■ Data records ■

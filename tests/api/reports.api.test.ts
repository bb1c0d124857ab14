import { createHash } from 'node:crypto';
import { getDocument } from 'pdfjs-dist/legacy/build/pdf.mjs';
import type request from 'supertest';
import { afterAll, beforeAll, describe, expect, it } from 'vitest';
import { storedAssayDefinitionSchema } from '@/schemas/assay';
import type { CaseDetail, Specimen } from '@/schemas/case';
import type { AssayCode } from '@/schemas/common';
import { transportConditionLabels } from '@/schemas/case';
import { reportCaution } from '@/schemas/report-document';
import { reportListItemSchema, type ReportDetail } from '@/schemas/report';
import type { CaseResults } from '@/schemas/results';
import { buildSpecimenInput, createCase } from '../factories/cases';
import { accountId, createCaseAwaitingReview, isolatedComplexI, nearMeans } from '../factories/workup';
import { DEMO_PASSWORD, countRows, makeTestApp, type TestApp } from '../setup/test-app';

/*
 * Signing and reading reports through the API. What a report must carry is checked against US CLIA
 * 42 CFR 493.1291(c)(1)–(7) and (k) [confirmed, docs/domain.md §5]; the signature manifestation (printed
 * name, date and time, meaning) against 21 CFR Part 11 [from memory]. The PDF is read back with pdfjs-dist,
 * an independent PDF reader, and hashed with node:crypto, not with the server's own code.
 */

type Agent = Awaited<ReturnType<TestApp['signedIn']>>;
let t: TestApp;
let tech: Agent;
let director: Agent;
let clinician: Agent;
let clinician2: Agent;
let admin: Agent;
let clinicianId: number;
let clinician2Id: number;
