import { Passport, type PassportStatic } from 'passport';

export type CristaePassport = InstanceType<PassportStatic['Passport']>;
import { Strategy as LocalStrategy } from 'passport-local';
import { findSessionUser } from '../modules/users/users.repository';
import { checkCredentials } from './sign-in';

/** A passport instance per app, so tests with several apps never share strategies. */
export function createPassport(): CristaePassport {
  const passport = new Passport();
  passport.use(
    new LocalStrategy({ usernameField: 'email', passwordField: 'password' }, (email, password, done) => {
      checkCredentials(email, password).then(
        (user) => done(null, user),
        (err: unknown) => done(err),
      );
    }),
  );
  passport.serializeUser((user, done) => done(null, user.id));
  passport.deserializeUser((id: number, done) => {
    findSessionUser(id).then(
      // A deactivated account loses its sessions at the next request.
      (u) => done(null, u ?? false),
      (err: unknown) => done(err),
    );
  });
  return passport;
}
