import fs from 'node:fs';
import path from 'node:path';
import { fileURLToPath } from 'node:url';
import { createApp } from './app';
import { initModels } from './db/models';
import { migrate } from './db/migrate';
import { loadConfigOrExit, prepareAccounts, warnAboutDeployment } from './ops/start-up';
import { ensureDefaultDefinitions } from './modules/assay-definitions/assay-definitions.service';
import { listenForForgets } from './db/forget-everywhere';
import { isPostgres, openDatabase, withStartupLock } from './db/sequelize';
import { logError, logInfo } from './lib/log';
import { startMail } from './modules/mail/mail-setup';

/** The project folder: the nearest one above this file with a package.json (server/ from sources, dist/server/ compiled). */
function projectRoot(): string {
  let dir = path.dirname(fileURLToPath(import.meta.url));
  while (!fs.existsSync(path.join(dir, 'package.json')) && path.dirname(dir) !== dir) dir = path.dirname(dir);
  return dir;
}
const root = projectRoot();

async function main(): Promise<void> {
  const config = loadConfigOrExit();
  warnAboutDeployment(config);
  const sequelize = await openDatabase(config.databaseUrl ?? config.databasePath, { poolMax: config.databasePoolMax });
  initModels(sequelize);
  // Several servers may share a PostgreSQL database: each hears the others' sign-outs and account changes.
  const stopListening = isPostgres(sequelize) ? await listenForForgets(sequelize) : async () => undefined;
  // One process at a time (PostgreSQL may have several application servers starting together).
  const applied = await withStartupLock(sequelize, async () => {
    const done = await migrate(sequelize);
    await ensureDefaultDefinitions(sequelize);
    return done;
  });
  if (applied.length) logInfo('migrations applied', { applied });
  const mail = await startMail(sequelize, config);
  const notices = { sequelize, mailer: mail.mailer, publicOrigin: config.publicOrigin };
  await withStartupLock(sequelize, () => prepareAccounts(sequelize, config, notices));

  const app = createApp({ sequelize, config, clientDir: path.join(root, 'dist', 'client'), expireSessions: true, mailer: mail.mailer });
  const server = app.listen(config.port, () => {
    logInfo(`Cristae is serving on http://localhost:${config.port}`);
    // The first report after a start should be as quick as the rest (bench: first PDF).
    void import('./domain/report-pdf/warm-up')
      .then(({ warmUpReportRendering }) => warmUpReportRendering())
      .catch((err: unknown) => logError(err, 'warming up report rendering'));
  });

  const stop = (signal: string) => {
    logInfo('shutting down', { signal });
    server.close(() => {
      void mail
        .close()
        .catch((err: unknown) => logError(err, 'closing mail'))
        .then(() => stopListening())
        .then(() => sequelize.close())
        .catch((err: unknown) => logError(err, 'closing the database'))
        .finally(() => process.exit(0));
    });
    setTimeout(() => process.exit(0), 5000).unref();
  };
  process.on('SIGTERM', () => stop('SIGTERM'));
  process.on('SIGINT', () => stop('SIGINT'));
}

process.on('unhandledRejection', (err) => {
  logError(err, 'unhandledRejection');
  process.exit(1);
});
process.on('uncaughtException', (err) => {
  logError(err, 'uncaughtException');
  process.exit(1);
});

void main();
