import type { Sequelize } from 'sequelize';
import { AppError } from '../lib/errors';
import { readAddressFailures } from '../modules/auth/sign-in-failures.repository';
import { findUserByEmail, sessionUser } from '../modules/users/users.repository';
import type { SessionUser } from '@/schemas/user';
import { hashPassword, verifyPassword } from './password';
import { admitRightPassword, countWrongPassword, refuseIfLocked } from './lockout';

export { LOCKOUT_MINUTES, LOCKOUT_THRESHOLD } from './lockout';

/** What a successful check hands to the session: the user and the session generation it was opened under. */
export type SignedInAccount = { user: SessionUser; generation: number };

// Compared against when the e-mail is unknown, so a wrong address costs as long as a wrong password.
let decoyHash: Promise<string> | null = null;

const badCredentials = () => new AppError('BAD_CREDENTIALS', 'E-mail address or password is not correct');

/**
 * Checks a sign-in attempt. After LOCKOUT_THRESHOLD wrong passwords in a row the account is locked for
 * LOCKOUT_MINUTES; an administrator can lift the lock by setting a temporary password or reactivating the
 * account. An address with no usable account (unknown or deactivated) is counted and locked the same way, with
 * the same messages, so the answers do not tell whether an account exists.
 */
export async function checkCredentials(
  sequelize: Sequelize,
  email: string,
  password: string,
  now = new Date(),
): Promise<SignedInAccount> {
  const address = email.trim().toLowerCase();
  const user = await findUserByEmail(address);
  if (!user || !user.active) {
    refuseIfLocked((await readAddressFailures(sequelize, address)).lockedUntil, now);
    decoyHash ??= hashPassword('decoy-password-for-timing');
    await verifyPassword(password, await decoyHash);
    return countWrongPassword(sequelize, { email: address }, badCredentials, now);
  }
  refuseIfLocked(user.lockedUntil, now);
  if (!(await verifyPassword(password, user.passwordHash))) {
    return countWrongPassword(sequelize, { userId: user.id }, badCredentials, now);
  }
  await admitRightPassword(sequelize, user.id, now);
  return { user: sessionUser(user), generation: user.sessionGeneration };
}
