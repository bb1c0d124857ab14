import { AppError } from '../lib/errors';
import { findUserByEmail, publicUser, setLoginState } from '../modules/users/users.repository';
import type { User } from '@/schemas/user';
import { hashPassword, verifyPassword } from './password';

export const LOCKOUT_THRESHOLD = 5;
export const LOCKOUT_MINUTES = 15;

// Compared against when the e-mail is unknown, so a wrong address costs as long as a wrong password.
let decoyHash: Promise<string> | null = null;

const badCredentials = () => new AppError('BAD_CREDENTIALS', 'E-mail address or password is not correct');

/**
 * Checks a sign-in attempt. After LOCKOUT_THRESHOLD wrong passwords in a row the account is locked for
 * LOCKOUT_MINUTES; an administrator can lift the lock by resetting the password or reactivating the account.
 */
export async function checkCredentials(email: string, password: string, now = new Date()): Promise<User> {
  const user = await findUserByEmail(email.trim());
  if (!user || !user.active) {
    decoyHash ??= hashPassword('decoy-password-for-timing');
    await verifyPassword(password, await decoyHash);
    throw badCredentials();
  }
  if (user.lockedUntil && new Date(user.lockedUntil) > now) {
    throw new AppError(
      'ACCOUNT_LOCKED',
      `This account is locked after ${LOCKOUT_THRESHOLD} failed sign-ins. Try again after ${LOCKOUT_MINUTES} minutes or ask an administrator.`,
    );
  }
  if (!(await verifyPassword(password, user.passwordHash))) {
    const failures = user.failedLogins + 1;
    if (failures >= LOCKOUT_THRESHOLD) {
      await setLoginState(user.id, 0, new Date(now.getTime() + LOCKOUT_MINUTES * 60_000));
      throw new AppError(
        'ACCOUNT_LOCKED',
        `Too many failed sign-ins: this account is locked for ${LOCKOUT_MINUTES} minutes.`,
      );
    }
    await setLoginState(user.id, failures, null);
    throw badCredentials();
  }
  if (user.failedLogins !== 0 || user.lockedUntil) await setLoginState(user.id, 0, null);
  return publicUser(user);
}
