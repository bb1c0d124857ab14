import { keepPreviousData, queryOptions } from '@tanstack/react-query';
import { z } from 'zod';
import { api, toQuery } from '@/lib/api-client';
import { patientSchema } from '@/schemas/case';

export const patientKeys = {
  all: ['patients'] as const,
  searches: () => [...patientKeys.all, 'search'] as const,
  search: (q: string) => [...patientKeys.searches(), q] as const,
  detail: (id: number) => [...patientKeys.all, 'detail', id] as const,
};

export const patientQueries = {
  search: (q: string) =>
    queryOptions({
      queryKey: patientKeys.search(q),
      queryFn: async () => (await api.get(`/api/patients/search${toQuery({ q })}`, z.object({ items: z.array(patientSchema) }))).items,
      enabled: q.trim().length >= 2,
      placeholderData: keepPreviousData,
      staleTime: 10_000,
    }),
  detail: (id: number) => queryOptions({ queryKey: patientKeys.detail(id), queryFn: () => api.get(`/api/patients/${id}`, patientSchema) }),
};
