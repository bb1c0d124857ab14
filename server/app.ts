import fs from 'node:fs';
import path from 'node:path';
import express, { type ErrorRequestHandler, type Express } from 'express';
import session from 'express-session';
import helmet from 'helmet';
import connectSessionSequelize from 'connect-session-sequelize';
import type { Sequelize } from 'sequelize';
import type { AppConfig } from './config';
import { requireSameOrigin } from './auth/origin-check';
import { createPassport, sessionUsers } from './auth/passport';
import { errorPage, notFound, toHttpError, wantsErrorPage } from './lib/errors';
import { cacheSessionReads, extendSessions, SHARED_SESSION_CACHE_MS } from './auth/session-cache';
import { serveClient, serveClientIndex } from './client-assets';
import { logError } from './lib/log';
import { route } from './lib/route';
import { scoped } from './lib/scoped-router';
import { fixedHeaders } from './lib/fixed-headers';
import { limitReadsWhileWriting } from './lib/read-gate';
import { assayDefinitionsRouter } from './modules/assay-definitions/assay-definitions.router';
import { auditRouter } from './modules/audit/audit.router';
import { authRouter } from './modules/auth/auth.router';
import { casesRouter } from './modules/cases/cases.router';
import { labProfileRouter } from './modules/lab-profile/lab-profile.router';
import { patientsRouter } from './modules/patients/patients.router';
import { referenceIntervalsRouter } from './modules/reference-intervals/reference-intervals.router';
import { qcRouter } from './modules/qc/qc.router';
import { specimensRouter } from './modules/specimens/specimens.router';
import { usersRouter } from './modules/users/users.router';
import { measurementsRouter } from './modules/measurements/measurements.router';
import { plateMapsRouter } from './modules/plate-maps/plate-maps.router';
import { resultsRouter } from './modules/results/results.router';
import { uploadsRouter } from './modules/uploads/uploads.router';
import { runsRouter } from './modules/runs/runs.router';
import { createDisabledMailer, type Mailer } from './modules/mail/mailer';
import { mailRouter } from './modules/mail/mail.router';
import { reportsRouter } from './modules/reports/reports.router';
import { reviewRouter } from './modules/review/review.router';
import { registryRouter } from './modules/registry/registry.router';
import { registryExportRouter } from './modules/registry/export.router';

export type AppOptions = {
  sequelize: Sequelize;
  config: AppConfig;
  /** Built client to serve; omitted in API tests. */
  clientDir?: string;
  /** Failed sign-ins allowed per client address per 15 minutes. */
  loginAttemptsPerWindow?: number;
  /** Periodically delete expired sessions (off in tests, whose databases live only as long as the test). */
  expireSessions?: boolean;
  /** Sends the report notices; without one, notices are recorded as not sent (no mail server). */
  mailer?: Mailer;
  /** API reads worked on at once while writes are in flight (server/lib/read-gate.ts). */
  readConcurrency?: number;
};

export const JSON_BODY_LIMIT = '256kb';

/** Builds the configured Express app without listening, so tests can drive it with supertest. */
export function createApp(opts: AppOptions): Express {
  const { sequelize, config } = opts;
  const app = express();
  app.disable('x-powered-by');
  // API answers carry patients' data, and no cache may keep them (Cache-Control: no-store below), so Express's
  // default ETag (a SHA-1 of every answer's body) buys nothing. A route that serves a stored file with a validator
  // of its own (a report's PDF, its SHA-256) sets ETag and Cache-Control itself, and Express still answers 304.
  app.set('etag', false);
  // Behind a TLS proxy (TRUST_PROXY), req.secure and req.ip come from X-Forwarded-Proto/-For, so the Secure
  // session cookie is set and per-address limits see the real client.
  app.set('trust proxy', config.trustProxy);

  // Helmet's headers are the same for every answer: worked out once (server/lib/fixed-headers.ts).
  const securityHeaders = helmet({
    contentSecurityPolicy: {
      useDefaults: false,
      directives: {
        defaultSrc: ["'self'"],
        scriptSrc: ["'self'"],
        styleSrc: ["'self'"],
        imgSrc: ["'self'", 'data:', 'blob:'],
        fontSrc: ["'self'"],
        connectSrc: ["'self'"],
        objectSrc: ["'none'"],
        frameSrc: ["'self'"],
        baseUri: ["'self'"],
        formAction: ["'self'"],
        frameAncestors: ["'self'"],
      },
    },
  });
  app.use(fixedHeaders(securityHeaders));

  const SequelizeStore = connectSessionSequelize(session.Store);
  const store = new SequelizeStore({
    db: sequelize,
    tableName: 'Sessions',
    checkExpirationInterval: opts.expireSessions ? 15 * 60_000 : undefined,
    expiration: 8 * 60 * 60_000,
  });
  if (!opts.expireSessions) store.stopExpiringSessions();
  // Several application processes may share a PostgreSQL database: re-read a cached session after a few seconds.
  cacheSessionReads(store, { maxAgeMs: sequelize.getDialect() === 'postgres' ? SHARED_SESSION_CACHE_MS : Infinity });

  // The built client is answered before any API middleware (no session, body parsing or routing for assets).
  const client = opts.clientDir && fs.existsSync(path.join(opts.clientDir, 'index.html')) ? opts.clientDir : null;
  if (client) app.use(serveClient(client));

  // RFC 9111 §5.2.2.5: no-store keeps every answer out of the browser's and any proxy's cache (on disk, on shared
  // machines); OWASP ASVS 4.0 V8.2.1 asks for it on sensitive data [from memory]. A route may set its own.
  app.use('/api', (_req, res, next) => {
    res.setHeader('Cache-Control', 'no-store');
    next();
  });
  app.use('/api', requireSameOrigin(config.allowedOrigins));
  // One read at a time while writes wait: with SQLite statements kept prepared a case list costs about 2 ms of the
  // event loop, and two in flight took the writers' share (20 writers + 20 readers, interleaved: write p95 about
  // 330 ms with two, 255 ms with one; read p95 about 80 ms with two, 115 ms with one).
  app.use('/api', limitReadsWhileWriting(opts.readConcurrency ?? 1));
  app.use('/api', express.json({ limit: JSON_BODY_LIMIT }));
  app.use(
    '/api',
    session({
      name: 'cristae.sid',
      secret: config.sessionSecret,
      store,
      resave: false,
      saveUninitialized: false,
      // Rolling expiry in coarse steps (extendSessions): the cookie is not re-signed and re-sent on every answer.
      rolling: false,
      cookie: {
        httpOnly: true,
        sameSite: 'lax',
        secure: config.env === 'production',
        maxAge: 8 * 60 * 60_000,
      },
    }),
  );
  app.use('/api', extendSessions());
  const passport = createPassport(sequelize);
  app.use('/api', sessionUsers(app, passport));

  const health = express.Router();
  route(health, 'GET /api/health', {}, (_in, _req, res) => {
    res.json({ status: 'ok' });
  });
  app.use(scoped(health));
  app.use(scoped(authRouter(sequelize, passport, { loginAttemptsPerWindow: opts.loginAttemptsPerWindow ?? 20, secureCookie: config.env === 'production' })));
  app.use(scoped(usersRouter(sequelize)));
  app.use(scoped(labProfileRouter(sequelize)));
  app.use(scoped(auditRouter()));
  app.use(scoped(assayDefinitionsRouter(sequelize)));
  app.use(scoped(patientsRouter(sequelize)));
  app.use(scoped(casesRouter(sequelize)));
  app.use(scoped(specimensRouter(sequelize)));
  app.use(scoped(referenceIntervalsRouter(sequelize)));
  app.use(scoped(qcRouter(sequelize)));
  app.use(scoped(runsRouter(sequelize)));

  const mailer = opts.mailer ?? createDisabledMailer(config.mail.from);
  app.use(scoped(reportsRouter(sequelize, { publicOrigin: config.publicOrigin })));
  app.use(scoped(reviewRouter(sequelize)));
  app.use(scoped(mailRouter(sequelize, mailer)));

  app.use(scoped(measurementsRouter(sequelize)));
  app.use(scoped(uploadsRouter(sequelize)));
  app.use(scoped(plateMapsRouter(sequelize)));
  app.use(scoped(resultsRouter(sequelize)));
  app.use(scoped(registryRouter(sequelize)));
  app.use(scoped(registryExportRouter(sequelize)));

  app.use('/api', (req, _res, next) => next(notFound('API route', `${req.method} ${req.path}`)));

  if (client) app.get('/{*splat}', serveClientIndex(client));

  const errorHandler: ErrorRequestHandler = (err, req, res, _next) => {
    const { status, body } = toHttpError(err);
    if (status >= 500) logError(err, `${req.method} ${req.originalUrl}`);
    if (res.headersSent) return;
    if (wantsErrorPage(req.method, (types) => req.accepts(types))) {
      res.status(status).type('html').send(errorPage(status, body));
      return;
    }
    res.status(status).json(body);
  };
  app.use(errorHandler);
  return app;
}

■ Problem to solve ■
Using the records above, restate word for word the lines from the one with "let t: TestApp;" through the one with "const passport = new Passport();", both included.

■ Answer to this task ■
let t: TestApp;
let tech: Agent;
let director: Agent;
let clinician: Agent;
let clinician2: Agent;
let admin: Agent;
let clinicianId: number;
let clinician2Id: number;
import { Passport, type PassportStatic } from 'passport';

export type CristaePassport = InstanceType<PassportStatic['Passport']>;
import { Strategy as LocalStrategy } from 'passport-local';
import { findSessionUser } from '../modules/users/users.repository';
import { checkCredentials } from './sign-in';

/** A passport instance per app, so tests with several apps never share strategies. */
export function createPassport(): CristaePassport {
  const passport = new Passport();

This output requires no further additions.